In factory and warehouse settings, the use of autonomous guided vehicles (AGVs), cobots, and other types of autonomous mobile devices offer an effective way to increase efficiency and productivity. As automated equipment takes on the burden of performing repetitive and mundane tasks, workers are freed to transfer to higher value and more interesting factory operations that machines cannot perform.

The new generation of autonomous mobile devices such as AGVs requires a wireless communications connection that offers low latency for real-time control, high bandwidth to carry the signals from multiple sensors such as LIDAR scanners and video cameras, and high immunity to interference—the hallmarks of 5G mobile networks.

When factory operators replace wired with wireless connections, they also gain the flexibility to quickly reconfigure factory equipment to meet new or varied demands from consumers. The rise of e-commerce raised expectations from consumers for near-instant delivery of ordered products and for the ability to choose from a wider range of product options than ever before. The ability to move production or process equipment more quickly and easily is growing in value. A fixed, wired communications infrastructure is less flexible than a wireless network to which equipment can connect from any location. Wireless networks also reduce the cost, inconvenience, and technical difficulty involved in installing communications cabling. Over the long-term, then, factory operators are open to the benefits of wireless control capability alongside established wired communications technologies. In the immediate future, however, industry must prioritize its most important requirements, which are: ► High reliability and availability ► Security ► Robustness to cope with challenging industrial operating conditions ► Ultralow latency

These factors underlie the longevity of the 4 mA to 20 mA standard for factory communications. And while factory operators are looking to replace 4 mA to 20 mA technology, their focus today is on the implementation of the time sensitive networking (TSN) standard for wired Industrial Ethernet communications, rather than for anything wireless.

TSN has emerged as the preferred standard for high bandwidth, wired data communications in the factory, since it offers the ideal combination of reliability, robustness, a high data transfer rate, low latency measured in microseconds, and easy integration with enterprise IT network systems. And because the TSN specification is a standard benefiting from cross-industry support, it is rapidly developing a rich ecosystem of suppliers of TSN components and systems, which includes Analog Devices.
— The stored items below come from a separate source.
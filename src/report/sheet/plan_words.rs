//! What the plan says of conductors, devices and rules, in the words of a schedule.

use crate::domain::{
    plan::{ColdLoopRule, Conductor, Device, ElectrodeRule, Material, Run, TemperatureRule},
    words::Worded,
};

/// `2.5 mm²`, `16 mm² aluminium`, `1.2 mΩ/m`.
pub(super) fn conductor(conductor: Conductor) -> String {
    match conductor {
        Conductor::Size {
            mm2,
            material: Material::Copper,
            ..
        } => format!("{mm2} mm²"),
        Conductor::Size { mm2, material, .. } => format!("{mm2} mm² {}", material.word()),
        Conductor::Given { milliohm_per_m } => format!("{milliohm_per_m} mΩ/m"),
    }
}

/// `16 mm², 1.8 m (measured)`.
pub(super) fn run(run: Run) -> String {
    format!(
        "{}, {} m ({})",
        conductor(run.conductor),
        run.length.m,
        run.length.basis.word()
    )
}

/// `B32`; fuses have a space: `BS 88-2 63`.
pub(super) fn device(device: Device) -> String {
    let kind = device.kind.word();
    let space = if kind.len() > 1 { " " } else { "" };
    format!("{kind}{space}{}", device.rated_a)
}

pub(super) fn temperature(rule: TemperatureRule) -> &'static str {
    match rule {
        TemperatureRule::Simplified => "1 + 0.004 (t - 20), copper and aluminium",
        TemperatureRule::Exact => "IEC 60228 annex: 0.00393 copper, 0.00403 aluminium",
    }
}

pub(super) fn cold_loop(rule: ColdLoopRule) -> &'static str {
    match rule {
        ColdLoopRule::FourFifths => "measured cold: 0.8 of the tabulated Zs",
        ColdLoopRule::TwoThirds => "measured cold: 2/3 of U0/Ia",
    }
}

pub(super) fn electrode(rule: ElectrodeRule) -> &'static str {
    match rule {
        ElectrodeRule::FiftyVolts => "electrode: 50 V / rated residual current",
        ElectrodeRule::TwoHundredOhm => "electrode: 200 Ω, above which it may not be stable",
    }
}
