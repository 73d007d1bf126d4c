//! The schedule as CSV (RFC 4180): a line a test, UTF-8, CR LF, a header line.
//!
//! Promises: every test of the schedule is one line, measured or not; figures stand exactly as
//! entered, so a spreadsheet that turns `0.50` into a number is at fault itself.

use super::model::{Row, Schedule};

/// The columns and what they hold, in their order.
pub const COLUMNS: [(&str, &str); 28] = [
    ("job", "reference of the job"),
    ("board", "board, empty for tests of the whole job"),
    (
        "circuit",
        "number of the circuit on its board, such as 7 or 4L2",
    ),
    ("circuit_name", "what the circuit feeds"),
    (
        "test",
        "kind of test as a word: r1r2, insulation-lives-earth",
    ),
    ("title", "kind of test as a tester names it"),
    (
        "point",
        "number of the point along the run, where it is read at one",
    ),
    ("point_name", "the point's name in the plan"),
    ("name", "bonding conductor or electrode"),
    ("test_voltage_v", "d.c. test voltage of an insulation test"),
    (
        "state",
        "measured, not-measured, left-out, to-repeat, undecided, unreadable",
    ),
    (
        "value",
        "figure as entered, with sign: 0.50, >299, open; confirmed, NOT confirmed",
    ),
    (
        "unit",
        "ohm, megohm, ... ; empty for open and for confirmed",
    ),
    (
        "verdict",
        "in-range, below, above, open, not-open, beyond-limit, unknown",
    ),
    (
        "expected_low",
        "lowest expected at the time, in expected_unit",
    ),
    ("expected_high", "highest expected at the time"),
    ("limit", "limit of the rules with its sign: >=1, <=1.09"),
    ("expected_unit", "unit of the three before"),
    ("source", "where range and limit come from"),
    (
        "source_checked",
        "false: not checked against the standard itself",
    ),
    ("entry", "number of the log's entry that holds the value"),
    ("time", "when it was entered, RFC 3339"),
    ("entered", "voice, keypad, amended"),
    ("by", "who stands for it"),
    ("heard", "words heard"),
    ("kept_as_found", "out of range and kept: why"),
    ("corrects", "number of the entry it replaced"),
    ("remark", "why there is no value"),
];

/// The whole schedule as CSV.
///
/// # Errors
/// [`csv::Error`], which writing to memory does not give.
pub fn write(schedule: &Schedule) -> Result<Vec<u8>, csv::Error> {
    let mut out = csv::WriterBuilder::new()
        .terminator(csv::Terminator::CRLF)
        .from_writer(Vec::new());
    out.write_record(COLUMNS.map(|(name, _)| name))?;
    let job = &schedule.job.reference;
    for row in &schedule.results {
        out.write_record(line(job, "", "", "", row))?;
    }
    for board in &schedule.boards {
        for row in &board.results {
            out.write_record(line(job, &board.id, "", "", row))?;
        }
        for circuit in &board.circuits {
            for row in &circuit.results {
                out.write_record(line(job, &board.id, &circuit.no, &circuit.name, row))?;
            }
        }
    }
    out.into_inner()
        .map_err(|e| csv::Error::from(e.into_error()))
}

fn line(job: &str, board: &str, no: &str, name: &str, row: &Row) -> [String; 28] {
    let text = |field: &Option<String>| field.clone().unwrap_or_default();
    fn number<T: ToString>(field: Option<T>) -> String {
        field.map(|n| n.to_string()).unwrap_or_default()
    }
    [
        job.into(),
        board.into(),
        no.into(),
        name.into(),
        row.test.clone(),
        row.title.clone(),
        number(row.point),
        text(&row.point_name),
        text(&row.name),
        number(row.test_voltage_v),
        row.state.into(),
        text(&row.value),
        text(&row.unit),
        row.verdict.unwrap_or_default().into(),
        text(&row.expected_low),
        text(&row.expected_high),
        text(&row.limit),
        text(&row.expected_unit),
        text(&row.source),
        number(row.source_checked),
        number(row.entry),
        text(&row.time),
        row.entered.unwrap_or_default().into(),
        text(&row.by),
        text(&row.heard),
        text(&row.kept_as_found),
        number(row.corrects),
        text(&row.state_words),
    ]
}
Alongside the implementation of TSN networks, the scope for enhancing factory operations through the implementation of wireless networking is also coming under active evaluation. Some early adopters in the industrial community have already begun the work of testing, validating, and evaluating the operation of 5G networking systems inside the factory, while concurrently replacing legacy 4 mA to 20 mA systems with new TSN Ethernet networks. This validation process will find the most suitable applications for 5G technology. So factory operators are now starting to test the innovative features of the 5G specification, such as massive MIMO capability—the use of arrays of antennas to provide multiple physical transmission paths between a transmitter and receiver. An array may be configured to form multi-antenna beams transmitting to multiple receivers. This allows the implementation of techniques such as channel hardening, beamforming, rapid channel estimation, and antenna (spatial) diversity, the effects of which are to dramatically improve reliability and reduce latency compared to 4G mobile networking. Indeed, one of the aims of the developers of the 5G standard was to enable wireless networks to achieve six nines reliability for packet delivery, comparable to that of a wired Ethernet network, and equivalent to a packet error ratio of 1:1,000,000. Latency of just 1 ms is also possible, which is well within the limit imposed by many industrial control applications.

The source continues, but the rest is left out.